Chain Of Thought For Reasoning Models Might Not Work Out Long-Term

New reasoning models have been gaining attention in recent years for their ability to provide "chain of thought" - a line of text that attempts to explain the model's thought process as it completes a task. This feature has been touted as a way to gain insight into the model's decision-making, but experts are now raising concerns about its limitations.

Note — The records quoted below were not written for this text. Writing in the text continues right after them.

// TestValidation gives one bad table per rule and asserts the located message,
// "file:line:column: column name: message" (column = the column's 1-based index).
func TestValidation(t *testing.T) {
	slip := Options{Length: 2000, NeedSLS: true, SLSReason: "splice.category B is checked for slip at SLS (EN 1993-1-8 3.9)"}
	defl := Options{Length: 2000, NeedDeflection: true, DeflectionReason: "limits.deflection is set"}
	small := defaultLimits()
	rows := []struct {
		name string
		data string
		opt  Options  // Length 2000 when zero
		lim  *limits  // the defaults when nil
		want []string // lines of the error; a trailing "…" matches a prefix
	}{
		// the file as a whole
		{name: "over the size limit", data: goodEnvelope, lim: &limits{bytes: 100, rows: small.rows, combinations: small.combinations},
			want: []string{fmt.Sprintf("f.csv: the file is %d bytes; a forces table may be at most 0 MiB (100 bytes), the limit of job files", len(goodEnvelope))}},
		{name: "not UTF-8", data: "x_m,side\n\xff\xfe\n",
			want: []string{"f.csv: the file is not UTF-8 text; save the table as CSV in UTF-8"}},
		{name: "empty", data: "",
			want: []string{"f.csv: the file is empty; a forces table starts with a header row; an envelope table has…"}},
		{name: "only a BOM and blank lines", data: "\ufeff\n\r\n\n",
			want: []string{"f.csv: the file is empty; …"}},
		{name: "header only", data: envHeader + "\n",
			want: []string{"f.csv:1: the table has a header but no data rows"}},
		{name: "more rows than the limit", data: goodEnvelope, lim: &limits{bytes: small.bytes, rows: 2, combinations: small.combinations},
			want: []string{"f.csv:4: the table has more than 2 data rows, the station limit of an analysis"}},

		// the header
		{name: "neither shape", data: "position,moment\n0,0\n",
			want: []string{"f.csv:1: the header matches neither table shape; an envelope table has the columns x_m, side, uls_M_max_kNm, uls_M_min_kNm, uls_V_max_kN, uls_V_min_kN, uls_N_max_kN, uls_N_min_kN and optional SLS and governing columns; a per-combination table has x_m, combination, state, M_kNm, V_kN, N_kN and optionally w_mm"}},
		{name: "both shapes", data: "x_m,side,combination\n0,right,A\n",
			want: []string{"f.csv:1: the header mixes the two table shapes: side (column 2) belongs to the envelope table, combination (column 3) to the per-combination table; …"}},
		{name: "unknown column, a slip", data: strings.Replace(goodEnvelope, "uls_N_min_kN", "uls_N_min_kN,uls_V_mx_kN", 1),
			want: []string{`f.csv:1:9: uls_V_mx_kN: unknown column "uls_V_mx_kN" in an envelope table; did you mean uls_V_max_kN?`}},
		{name: "unknown column, per-combination", data: strings.Replace(goodCombination, "N_kN", "N_kN,note", 1),
			want: []string{`f.csv:1:7: note: unknown column "note" in a per-combination table (columns: x_m, combination, state, M_kNm, V_kN, N_kN, w_mm)`}},
		{name: "duplicate column", data: strings.Replace(goodCombination, "N_kN", "N_kN,V_kN", 1),
			want: []string{"f.csv:1:7: V_kN: a second column V_kN (the first is column 5)"}},
		{name: "a column without a name", data: strings.Replace(goodCombination, "N_kN", "N_kN,", 1),
			want: []string{"f.csv:1:7: column 7 has no name"}},
		{name: "missing required column, envelope", data: "x_m,side,uls_M_max_kNm,uls_M_min_kNm,uls_V_max_kN,uls_V_min_kN,uls_N_max_kN\n0,right,0,0,0,0,0\n",
			want: []string{"f.csv:1: uls_N_min_kN: the envelope table needs the column uls_N_min_kN"}},
		{name: "missing required column, per-combination", data: "x_m,combination,M_kNm,V_kN,N_kN\n0,A,0,0,0\n",
			want: []string{"f.csv:1: state: the per-combination table needs the column state"}},
		{name: "an SLS extreme without its partner", data: replaceLine(replaceLine(replaceLine(replaceLine(goodEnvelope,
			1, envHeader+",sls_V_max_kN"), 2, "0,right,0,0,10,5,0,0,1"), 3, "1,right,5,2,0,-1,0,0,1"), 4, "2,left,0,0,-5,-10,0,0,1"),
			want: []string{"f.csv:1:9: sls_V_max_kN: sls_V_max_kN comes without sls_V_min_kN; give both extremes or neither"}},
		{name: "a governing column without its values", data: replaceLine(replaceLine(replaceLine(replaceLine(goodEnvelope,
			1, envHeader+",sls_M_max_governing"), 2, "0,right,0,0,10,5,0,0,A"), 3, "1,right,5,2,0,-1,0,0,A"), 4, "2,left,0,0,-5,-10,0,0,A"),
			want: []string{"f.csv:1:9: sls_M_max_governing: sls_M_max_governing comes without the values it is about, sls_M_max_kNm"}},

		// cells
		{name: "a row of another length", data: replaceLine(goodEnvelope, 3, "1,right,5,2,0,-1,0"),
			want: []string{"f.csv:3: the row has 7 cells; the header has 8"}},
		{name: "bare quote", data: replaceLine(goodEnvelope, 3, `1,right,5"",2,0,-1,0,0`),
			want: []string{`f.csv:3: a quote (") inside a cell that does not start with one; quote the whole cell and double the quote inside (at byte 10 of the line)`}},
		{name: "unclosed quote", data: goodEnvelope + `3,"left,0,0,0,0,0,0` + "\n",
			want: []string{`f.csv:5: a quoted cell is not closed, or its closing quote (") is followed by other text (at byte 21 of the line)`}},
		{name: "not a number", data: replaceLine(goodEnvelope, 3, "1,right,abc,2,0,-1,0,0"),
			want: []string{`f.csv:3:3: uls_M_max_kNm: "abc" is not a number (write decimal digits with a point, such as 12.5 or -3e2)`}},
		{name: "a decimal comma", data: replaceLine(goodEnvelope, 3, `1,right,"5,5",2,0,-1,0,0`),
			want: []string{`f.csv:3:3: uls_M_max_kNm: "5,5" is not a number (write decimal digits with a point, such as 12.5 or -3e2)`}},
		{name: "hexadecimal", data: replaceLine(goodEnvelope, 3, "1,right,0x10,2,0,-1,0,0"),
			want: []string{`f.csv:3:3: uls_M_max_kNm: "0x10" is not a number (write decimal digits with a point, such as 12.5 or -3e2)`}},
		{name: "a number neutralised like text", data: replaceLine(goodEnvelope, 3, "1,right,5,'-2,0,-1,0,0"),
			want: []string{`f.csv:3:4: uls_M_min_kNm: "'-2" is not a number (write decimal digits with a point, such as 12.5 or -3e2)`}},
		{name: "empty cell", data: replaceLine(goodEnvelope, 3, "1,right,5,2, ,-1,0,0"),
			want: []string{"f.csv:3:5: uls_V_max_kN: the cell is empty; a number is needed"}},
		{name: "NaN", data: replaceLine(goodEnvelope, 3, "1,right,5,2,0,-1,NaN,0"),
			want: []string{`f.csv:3:7: uls_N_max_kN: "NaN" is not a finite number`}},
		{name: "infinity", data: replaceLine(goodEnvelope, 3, "1,right,5,2,0,-1,0,-Inf"),
			want: []string{`f.csv:3:8: uls_N_min_kN: "-Inf" is not a finite number`}},
		{name: "overflow", data: replaceLine(goodEnvelope, 3, "1,right,1e400,2,0,-1,0,0"),
			want: []string{"f.csv:3:3: uls_M_max_kNm: 1e400 is out of range: a value must lie within ±1e+12 of its unit"}},
		{name: "beyond the magnitude limit", data: replaceLine(goodEnvelope, 3, "1,right,5,2,2e12,-1,0,0"),
			want: []string{"f.csv:3:5: uls_V_max_kN: 2e12 is out of range: a value must lie within ±1e+12 of its unit"}},
		{name: "unknown side", data: replaceLine(goodEnvelope, 3, "1,middle,5,2,0,-1,0,0"),
			want: []string{`f.csv:3:2: side: unknown side "middle" (allowed: left, right)`}},
		{name: "maximum below minimum", data: replaceLine(goodEnvelope, 3, "1,right,2,5,0,-1,0,0"),
			want: []string{"f.csv:3:3: uls_M_max_kNm: uls_M_max_kNm = 2 is below uls_M_min_kNm = 5; a maximum cannot be below its minimum"}},

		// stations
		{name: "off the member", data: replaceLine(goodEnvelope, 4, "2.5,left,0,0,-5,-10,0,0"),
			want: []string{"f.csv:4:1: x_m: x = 2.5 m is off the member (0 to 2 m)"}},
		{name: "before the left end", data: replaceLine(goodEnvelope, 2, "-0.01,right,0,0,10,5,0,0"),
			want: []string{"f.csv:2:1: x_m: x = -0.01 m is off the member (0 to 2 m)"}},
		{name: "not ascending", data: goodEnvelope + "1.5,left,0,0,-5,-10,0,0\n",
			want: []string{"f.csv:5:1: x_m: x = 1.5 m comes after x = 2 m (line 4); the stations must ascend"}},
		{name: "a third row at one x", data: replaceLine(goodEnvelope, 3, "1,left,5,2,0,-1,0,0\n1,right,5,2,0,-1,0,0\n1,right,5,2,0,-1,0,0"),
			want: []string{"f.csv:5:1: x_m: a third row at x = 1 m (lines 3 and 4 are the others); a jump is two rows, the left side then the right"}},
		{name: "a jump right then left", data: replaceLine(goodEnvelope, 3, "1,right,5,2,0,-1,0,0\n1,left,5,2,0,-1,0,0"),
			want: []string{"f.csv:4:2: side: two rows at x = 1 m (lines 3 and 4) are a jump: the first must be the left side and the second the right, not right then left"}},
		{name: "not covering the start", data: replaceLine(goodEnvelope, 2, "0.002,right,0,0,10,5,0,0"),
			want: []string{"f.csv:2:1: x_m: the stations start at x = 0.002 m; they must cover the member from x = 0 (within 1 mm)"}},
		{name: "not covering the end", data: replaceLine(goodEnvelope, 4, "1.99,left,0,0,-5,-10,0,0"),
			want: []string{"f.csv:4:1: x_m: the stations end at x = 1.99 m; they must cover the member to its end at x = 2 m (within 1 mm)"}},

		// per-combination rules
		{name: "a combination in both states", data: goodCombination + "1,U1,SLS,0,0,0\n",
			want: []string{`f.csv:6:3: state: combination "U1" is ULS on line 2; a combination belongs to one limit state`}},
		{name: "unknown state", data: replaceLine(goodCombination, 3, "2,U1,STR,0,-10,0"),
			want: []string{`f.csv:3:3: state: unknown limit state "STR" (allowed: ULS, SLS)`}},
		{name: "empty combination name", data: replaceLine(goodCombination, 3, "2, ,ULS,0,-10,0"),
			want: []string{"f.csv:3:2: combination: the combination's name is empty"}},
		{name: "a third row of a combination at one x", data: goodCombination + "2,U1,ULS,0,-10,0\n2,U1,ULS,0,-10,0\n",
			want: []string{`f.csv:7:1: x_m: a third row of combination "U1" at x = 2 m (lines 3 and 6 are the others); a jump is two rows, the left side then the right`}},
		{name: "an SLS combination stopping short", data: replaceLine(goodCombination, 5, "1.5,S1,SLS,0,-5,0"),
			want: []string{`f.csv:5:1: x_m: the stations of combination "S1" end at x = 1.5 m; they must cover the member to its end at x = 2 m (within 1 mm)`}},
		{name: "no ULS rows", data: "x_m,combination,state,M_kNm,V_kN,N_kN\n0,S1,SLS,0,5,0\n2,S1,SLS,0,-5,0\n",
			want: []string{"f.csv:1: the table has no ULS rows; the splices are designed for the ULS forces"}},
		{name: "an SLS row without its deflection", data: "x_m,combination,state,M_kNm,V_kN,N_kN,w_mm\n0,U1,ULS,0,10,0,\n2,U1,ULS,0,-10,0,\n0,S1,SLS,0,5,0,0\n2,S1,SLS,0,-5,0,\n",
			want: []string{"f.csv:5:7: w_mm: the cell is empty; an SLS row needs its deflection when the table has the column w_mm"}},
		{name: "too many combinations", data: goodCombination + "0,U2,ULS,0,0,0\n2,U2,ULS,0,0,0\n", lim: &limits{bytes: small.bytes, rows: small.rows, combinations: 2},
			want: []string{"f.csv:6:2: combination: more than 2 combinations; a forces table may have at most 2"}},

		// what the splice needs
		{name: "category B, an envelope without SLS shear and axial force", opt: slip,
			data: "x_m,side,uls_M_max_kNm,uls_M_min_kNm,uls_V_max_kN,uls_V_min_kN,uls_N_max_kN,uls_N_min_kN,sls_M_max_kNm,sls_M_min_kNm\n0,right,0,0,0,0,0,0,0,0\n2,left,0,0,0,0,0,0,0,0\n",
			want: []string{"f.csv:1: the table gives no SLS shear, axial force (no columns sls_V_max_kN, sls_V_min_kN, sls_N_max_kN, sls_N_min_kN); it is needed: splice.category B is checked for slip at SLS (EN 1993-1-8 3.9)"}},
		{name: "category B, a per-combination table without SLS rows", opt: slip,
			data: "x_m,combination,state,M_kNm,V_kN,N_kN\n0,U1,ULS,0,10,0\n2,U1,ULS,0,-10,0\n",
			want: []string{"f.csv:1: the table gives no SLS forces (no row has the state SLS); it is needed: splice.category B is checked for slip at SLS (EN 1993-1-8 3.9)"}},
		{name: "a deflection limit without w_mm", opt: defl, data: goodCombination,
			want: []string{"f.csv:1: the table gives no SLS deflection (no column w_mm); it is needed: limits.deflection is set"}},
		{name: "a deflection limit, an envelope without sls_w", opt: defl, data: goodEnvelope,
			want: []string{"f.csv:1: the table gives no SLS deflection (no columns sls_w_max_mm, sls_w_min_mm); it is needed: limits.deflection is set"}},
	}
	for _, r := range rows {
		t.Run(r.name, func(t *testing.T) {
			opt := r.opt
			if opt.Length == 0 {
				opt.Length = 2000
			}
			lim := defaultLimits()
			if r.lim != nil {
				lim = *r.lim
			}
			tab, err := read("f.csv", []byte(r.data), opt, lim)
			require.Error(t, err)
			assert.Nil(t, tab)
			var ps jobfile.Problems
			require.True(t, errors.As(err, &ps), "%T", err)
			lines := strings.Split(err.Error(), "\n")
			for _, w := range r.want {
				assert.True(t, hasLine(lines, w), "want the line\n%s\ngot\n%s", w, err)
			}
		})
	}
}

One way to describe the limitations of chain of thought is that language itself is not precise or easily benchmarked. With hundreds of languages used across the globe, it's challenging for machines to precisely explain their working in a particular language. For instance, take a look at this excerpt from an academic paper released by Anthropic, which highlights the complexities of language: "Language is clunky. And there are many ways to phrase something, but not all phrasing will result in the same meaning."

Another expert, Melanie Mitchell, has also pointed out the limitations of chain of thought. In a 2023 article on Substack, she wrote: "Reasoning is a central aspect of human intelligence, and robust domain-independent reasoning abilities have long been a key goal for AI systems." While large language models (LLMs) are not explicitly trained to reason, they have exhibited 'emergent' behaviors that sometimes look like reasoning. However, Mitchell questions whether these behaviors are driven by true abstract reasoning abilities or by less robust mechanisms, such as memorizing training data and matching patterns.

So, what does it mean for a machine to be "faithful" in its results? The authors of the paper suggest that faithfulness is subjective and difficult to quantify using traditional metrics like math and statistics. This means we have limited ability to understand whether machines are being truthful or faithful to us in their responses.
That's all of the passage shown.